* _Your assignment_
Retype, word for word, every line from the one holding "min(tk) FILTER (WHERE" through the one holding "max(tk) FILTER (WHERE" in the entries below, both included, and only those lines.

(Dataset entries)
»»
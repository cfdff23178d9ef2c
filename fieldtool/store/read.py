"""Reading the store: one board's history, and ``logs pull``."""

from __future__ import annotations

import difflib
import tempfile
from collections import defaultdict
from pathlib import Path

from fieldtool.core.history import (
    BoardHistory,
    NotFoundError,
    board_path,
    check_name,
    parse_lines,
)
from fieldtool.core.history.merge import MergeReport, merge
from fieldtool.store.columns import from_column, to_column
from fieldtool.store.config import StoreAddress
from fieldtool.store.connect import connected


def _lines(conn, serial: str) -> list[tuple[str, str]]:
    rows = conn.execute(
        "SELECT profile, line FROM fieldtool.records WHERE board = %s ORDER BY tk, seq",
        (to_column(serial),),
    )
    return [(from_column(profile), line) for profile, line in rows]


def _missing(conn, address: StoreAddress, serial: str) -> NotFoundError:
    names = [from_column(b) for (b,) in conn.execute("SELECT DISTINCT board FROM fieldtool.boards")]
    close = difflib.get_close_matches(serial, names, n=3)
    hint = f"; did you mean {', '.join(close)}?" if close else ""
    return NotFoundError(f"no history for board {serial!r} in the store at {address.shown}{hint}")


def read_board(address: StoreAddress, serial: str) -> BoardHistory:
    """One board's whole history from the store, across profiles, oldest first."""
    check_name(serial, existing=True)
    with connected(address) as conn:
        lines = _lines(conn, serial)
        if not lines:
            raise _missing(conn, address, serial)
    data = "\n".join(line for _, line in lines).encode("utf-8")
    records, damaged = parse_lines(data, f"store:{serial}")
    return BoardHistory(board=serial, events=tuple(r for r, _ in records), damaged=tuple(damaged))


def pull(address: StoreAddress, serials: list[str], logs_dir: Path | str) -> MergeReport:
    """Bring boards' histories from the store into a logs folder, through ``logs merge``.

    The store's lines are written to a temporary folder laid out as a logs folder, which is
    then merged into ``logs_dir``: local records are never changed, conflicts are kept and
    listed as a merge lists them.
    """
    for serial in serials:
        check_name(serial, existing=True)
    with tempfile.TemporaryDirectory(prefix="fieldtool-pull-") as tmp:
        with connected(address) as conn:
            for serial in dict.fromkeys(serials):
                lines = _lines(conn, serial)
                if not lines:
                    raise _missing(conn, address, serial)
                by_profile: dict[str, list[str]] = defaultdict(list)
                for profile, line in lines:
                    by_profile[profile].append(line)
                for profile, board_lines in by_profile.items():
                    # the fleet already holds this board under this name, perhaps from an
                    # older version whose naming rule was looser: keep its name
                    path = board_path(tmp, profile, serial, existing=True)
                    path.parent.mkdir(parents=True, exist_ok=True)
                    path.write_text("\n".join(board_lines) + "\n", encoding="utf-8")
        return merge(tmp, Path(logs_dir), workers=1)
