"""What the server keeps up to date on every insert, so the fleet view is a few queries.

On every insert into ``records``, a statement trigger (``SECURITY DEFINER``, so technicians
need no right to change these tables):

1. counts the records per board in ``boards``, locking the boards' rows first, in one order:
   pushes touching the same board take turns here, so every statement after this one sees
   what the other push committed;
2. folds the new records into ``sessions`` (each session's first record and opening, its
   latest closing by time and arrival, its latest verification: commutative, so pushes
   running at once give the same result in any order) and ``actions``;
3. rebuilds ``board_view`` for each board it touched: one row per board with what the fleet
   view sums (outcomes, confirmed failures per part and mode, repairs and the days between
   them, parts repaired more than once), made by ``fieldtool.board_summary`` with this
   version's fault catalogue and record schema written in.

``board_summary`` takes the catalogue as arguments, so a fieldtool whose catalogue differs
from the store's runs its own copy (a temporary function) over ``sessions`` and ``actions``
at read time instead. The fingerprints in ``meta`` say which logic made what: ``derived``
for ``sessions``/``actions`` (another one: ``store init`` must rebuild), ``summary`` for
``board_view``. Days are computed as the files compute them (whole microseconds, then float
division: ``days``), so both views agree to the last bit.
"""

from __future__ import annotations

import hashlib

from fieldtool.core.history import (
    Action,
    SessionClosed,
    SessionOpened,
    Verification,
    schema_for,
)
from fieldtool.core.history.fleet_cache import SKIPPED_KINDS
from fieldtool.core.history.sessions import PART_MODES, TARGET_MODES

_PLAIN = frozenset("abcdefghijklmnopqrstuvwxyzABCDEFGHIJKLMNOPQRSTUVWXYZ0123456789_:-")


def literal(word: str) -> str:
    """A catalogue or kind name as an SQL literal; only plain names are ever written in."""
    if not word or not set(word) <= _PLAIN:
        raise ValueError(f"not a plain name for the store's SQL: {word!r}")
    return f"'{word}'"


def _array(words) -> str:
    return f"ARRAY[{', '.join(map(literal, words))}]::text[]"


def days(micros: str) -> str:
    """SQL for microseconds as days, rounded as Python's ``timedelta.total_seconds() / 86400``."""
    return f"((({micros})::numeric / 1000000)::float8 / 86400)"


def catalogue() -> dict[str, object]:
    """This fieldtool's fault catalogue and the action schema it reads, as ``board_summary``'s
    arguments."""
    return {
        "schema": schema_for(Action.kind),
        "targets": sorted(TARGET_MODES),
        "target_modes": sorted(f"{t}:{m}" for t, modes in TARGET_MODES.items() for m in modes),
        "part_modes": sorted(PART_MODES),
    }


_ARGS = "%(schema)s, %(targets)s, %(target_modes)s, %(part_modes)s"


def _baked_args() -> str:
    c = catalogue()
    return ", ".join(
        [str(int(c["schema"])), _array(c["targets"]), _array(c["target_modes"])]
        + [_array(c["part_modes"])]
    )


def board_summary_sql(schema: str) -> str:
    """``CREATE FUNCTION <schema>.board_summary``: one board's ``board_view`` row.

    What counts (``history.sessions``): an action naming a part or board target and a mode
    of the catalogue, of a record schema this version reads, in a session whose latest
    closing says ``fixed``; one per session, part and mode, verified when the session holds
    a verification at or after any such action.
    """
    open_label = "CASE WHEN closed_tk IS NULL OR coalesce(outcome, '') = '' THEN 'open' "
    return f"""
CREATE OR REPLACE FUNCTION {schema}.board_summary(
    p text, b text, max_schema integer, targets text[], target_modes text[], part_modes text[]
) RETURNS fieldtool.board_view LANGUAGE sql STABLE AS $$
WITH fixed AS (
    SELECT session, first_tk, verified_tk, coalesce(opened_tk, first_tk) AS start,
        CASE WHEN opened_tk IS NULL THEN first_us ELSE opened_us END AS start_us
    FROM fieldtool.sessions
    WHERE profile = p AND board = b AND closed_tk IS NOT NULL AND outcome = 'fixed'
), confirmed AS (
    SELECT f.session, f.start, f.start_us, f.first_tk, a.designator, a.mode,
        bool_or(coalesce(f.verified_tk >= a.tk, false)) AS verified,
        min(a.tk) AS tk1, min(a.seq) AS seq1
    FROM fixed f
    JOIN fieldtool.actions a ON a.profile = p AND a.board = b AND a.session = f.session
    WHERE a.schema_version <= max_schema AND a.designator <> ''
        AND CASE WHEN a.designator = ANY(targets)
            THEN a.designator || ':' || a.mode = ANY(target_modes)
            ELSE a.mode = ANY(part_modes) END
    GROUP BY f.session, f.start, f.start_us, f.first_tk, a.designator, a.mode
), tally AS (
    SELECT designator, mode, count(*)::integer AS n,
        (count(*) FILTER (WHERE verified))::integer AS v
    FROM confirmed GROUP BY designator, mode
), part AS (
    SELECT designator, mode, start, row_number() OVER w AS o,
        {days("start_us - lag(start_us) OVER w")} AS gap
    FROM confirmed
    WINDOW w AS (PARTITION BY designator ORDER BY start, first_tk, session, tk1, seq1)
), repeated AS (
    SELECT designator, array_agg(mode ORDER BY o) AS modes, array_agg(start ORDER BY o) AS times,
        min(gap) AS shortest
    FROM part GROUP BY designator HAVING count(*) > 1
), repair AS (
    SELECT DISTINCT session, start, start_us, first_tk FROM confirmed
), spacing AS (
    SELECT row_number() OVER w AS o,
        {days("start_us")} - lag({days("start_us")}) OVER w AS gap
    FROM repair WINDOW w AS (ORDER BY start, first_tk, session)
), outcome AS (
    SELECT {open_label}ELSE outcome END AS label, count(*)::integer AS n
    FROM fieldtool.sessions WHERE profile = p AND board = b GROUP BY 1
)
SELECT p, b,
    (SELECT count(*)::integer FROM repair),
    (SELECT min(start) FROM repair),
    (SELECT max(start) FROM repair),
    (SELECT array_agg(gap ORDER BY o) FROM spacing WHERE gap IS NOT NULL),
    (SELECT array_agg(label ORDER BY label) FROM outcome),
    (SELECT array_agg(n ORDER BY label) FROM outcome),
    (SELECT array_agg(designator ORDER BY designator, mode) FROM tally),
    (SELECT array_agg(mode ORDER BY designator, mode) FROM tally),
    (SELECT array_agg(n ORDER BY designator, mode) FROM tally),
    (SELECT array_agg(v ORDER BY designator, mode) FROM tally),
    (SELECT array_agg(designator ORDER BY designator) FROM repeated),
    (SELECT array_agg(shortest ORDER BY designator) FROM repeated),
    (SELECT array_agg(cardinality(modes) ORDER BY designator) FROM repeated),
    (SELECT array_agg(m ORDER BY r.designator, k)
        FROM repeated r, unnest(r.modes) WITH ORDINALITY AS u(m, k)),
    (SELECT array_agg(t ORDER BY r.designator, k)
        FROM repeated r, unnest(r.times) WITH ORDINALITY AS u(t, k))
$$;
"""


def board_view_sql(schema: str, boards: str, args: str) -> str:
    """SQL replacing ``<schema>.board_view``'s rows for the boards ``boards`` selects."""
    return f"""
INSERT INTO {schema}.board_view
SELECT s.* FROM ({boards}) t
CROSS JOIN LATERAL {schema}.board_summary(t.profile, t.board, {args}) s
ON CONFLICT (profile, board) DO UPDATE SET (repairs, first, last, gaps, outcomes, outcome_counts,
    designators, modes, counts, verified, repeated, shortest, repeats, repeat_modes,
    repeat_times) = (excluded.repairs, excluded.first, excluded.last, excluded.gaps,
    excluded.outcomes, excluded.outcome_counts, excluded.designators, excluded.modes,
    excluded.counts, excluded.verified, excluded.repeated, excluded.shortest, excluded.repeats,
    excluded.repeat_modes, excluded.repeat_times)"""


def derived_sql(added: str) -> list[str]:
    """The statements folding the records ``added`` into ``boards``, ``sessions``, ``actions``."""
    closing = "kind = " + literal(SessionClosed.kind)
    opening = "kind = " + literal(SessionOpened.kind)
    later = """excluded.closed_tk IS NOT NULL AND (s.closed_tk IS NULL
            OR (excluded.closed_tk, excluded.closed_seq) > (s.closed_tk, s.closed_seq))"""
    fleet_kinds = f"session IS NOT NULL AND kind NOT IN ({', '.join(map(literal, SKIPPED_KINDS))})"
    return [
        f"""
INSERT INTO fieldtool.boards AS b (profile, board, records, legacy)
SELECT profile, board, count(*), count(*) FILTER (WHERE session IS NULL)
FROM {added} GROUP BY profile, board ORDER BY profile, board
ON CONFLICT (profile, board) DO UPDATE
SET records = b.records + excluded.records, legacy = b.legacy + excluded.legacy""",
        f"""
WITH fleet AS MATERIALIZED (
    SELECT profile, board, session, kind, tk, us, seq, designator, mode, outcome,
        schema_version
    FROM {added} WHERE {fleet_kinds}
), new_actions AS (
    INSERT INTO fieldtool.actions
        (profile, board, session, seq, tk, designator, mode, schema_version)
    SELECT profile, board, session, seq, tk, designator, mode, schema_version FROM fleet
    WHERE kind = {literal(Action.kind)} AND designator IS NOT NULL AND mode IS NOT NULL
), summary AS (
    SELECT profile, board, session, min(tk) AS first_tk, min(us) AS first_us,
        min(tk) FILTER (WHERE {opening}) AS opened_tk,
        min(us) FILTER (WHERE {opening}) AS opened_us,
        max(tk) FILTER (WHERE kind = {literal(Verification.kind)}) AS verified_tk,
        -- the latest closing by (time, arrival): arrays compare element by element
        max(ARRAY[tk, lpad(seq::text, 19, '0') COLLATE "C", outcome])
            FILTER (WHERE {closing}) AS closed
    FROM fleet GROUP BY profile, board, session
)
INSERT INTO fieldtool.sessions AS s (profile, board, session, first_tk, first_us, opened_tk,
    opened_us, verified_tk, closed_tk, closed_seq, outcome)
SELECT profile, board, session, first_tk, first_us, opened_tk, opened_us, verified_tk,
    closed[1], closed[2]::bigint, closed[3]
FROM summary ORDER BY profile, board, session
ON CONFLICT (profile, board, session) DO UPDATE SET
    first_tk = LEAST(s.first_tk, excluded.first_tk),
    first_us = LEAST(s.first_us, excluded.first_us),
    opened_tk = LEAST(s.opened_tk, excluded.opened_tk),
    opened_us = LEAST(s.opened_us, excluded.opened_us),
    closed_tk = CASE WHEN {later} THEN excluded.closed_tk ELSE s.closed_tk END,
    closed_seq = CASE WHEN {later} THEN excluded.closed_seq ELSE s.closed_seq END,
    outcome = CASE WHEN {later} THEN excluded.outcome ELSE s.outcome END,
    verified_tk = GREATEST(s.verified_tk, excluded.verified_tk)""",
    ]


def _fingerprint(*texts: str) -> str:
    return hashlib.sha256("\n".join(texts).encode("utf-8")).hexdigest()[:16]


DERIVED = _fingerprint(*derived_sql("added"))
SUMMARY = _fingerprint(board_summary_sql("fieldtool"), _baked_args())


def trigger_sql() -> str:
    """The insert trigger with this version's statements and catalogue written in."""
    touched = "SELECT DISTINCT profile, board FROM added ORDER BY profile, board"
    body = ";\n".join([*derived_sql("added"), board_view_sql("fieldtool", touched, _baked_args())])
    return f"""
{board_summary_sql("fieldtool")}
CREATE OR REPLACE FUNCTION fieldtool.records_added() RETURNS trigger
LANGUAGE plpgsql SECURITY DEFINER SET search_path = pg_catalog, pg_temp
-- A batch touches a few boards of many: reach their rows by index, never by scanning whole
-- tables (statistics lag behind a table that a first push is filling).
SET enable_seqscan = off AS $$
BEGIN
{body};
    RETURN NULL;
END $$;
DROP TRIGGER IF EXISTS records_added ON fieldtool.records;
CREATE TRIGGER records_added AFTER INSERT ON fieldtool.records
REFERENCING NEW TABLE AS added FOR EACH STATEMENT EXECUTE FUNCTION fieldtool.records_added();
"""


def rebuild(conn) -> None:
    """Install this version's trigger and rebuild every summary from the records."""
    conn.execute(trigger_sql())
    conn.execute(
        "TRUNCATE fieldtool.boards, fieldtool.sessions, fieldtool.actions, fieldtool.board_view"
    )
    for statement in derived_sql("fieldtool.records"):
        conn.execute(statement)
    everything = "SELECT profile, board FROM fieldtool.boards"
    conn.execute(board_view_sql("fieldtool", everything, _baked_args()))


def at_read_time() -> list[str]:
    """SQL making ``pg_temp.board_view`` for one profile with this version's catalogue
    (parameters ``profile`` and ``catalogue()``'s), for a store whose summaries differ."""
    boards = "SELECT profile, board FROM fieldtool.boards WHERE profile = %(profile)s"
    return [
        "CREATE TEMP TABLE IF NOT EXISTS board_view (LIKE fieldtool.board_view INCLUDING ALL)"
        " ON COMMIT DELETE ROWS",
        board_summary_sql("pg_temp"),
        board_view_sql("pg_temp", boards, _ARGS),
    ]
««
»»
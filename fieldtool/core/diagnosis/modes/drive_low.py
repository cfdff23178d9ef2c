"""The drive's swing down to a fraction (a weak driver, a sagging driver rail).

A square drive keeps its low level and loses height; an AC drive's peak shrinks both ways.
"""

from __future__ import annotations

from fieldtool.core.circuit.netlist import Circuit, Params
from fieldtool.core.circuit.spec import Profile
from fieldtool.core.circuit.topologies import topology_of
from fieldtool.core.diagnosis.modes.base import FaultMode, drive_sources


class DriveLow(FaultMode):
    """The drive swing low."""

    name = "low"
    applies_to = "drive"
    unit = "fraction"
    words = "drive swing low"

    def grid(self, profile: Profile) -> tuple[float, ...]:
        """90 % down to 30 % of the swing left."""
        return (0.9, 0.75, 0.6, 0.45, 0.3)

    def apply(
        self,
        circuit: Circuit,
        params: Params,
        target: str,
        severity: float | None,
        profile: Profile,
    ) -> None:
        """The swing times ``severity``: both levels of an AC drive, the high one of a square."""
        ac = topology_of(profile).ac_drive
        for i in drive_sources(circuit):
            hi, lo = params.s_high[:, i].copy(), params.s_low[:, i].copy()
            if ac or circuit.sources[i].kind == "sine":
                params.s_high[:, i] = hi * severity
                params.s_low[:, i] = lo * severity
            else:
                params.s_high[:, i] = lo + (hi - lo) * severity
««
* _Reply_
        min(tk) FILTER (WHERE {opening}) AS opened_tk,
        min(us) FILTER (WHERE {opening}) AS opened_us,
        max(tk) FILTER (WHERE kind = {literal(Verification.kind)}) AS verified_tk,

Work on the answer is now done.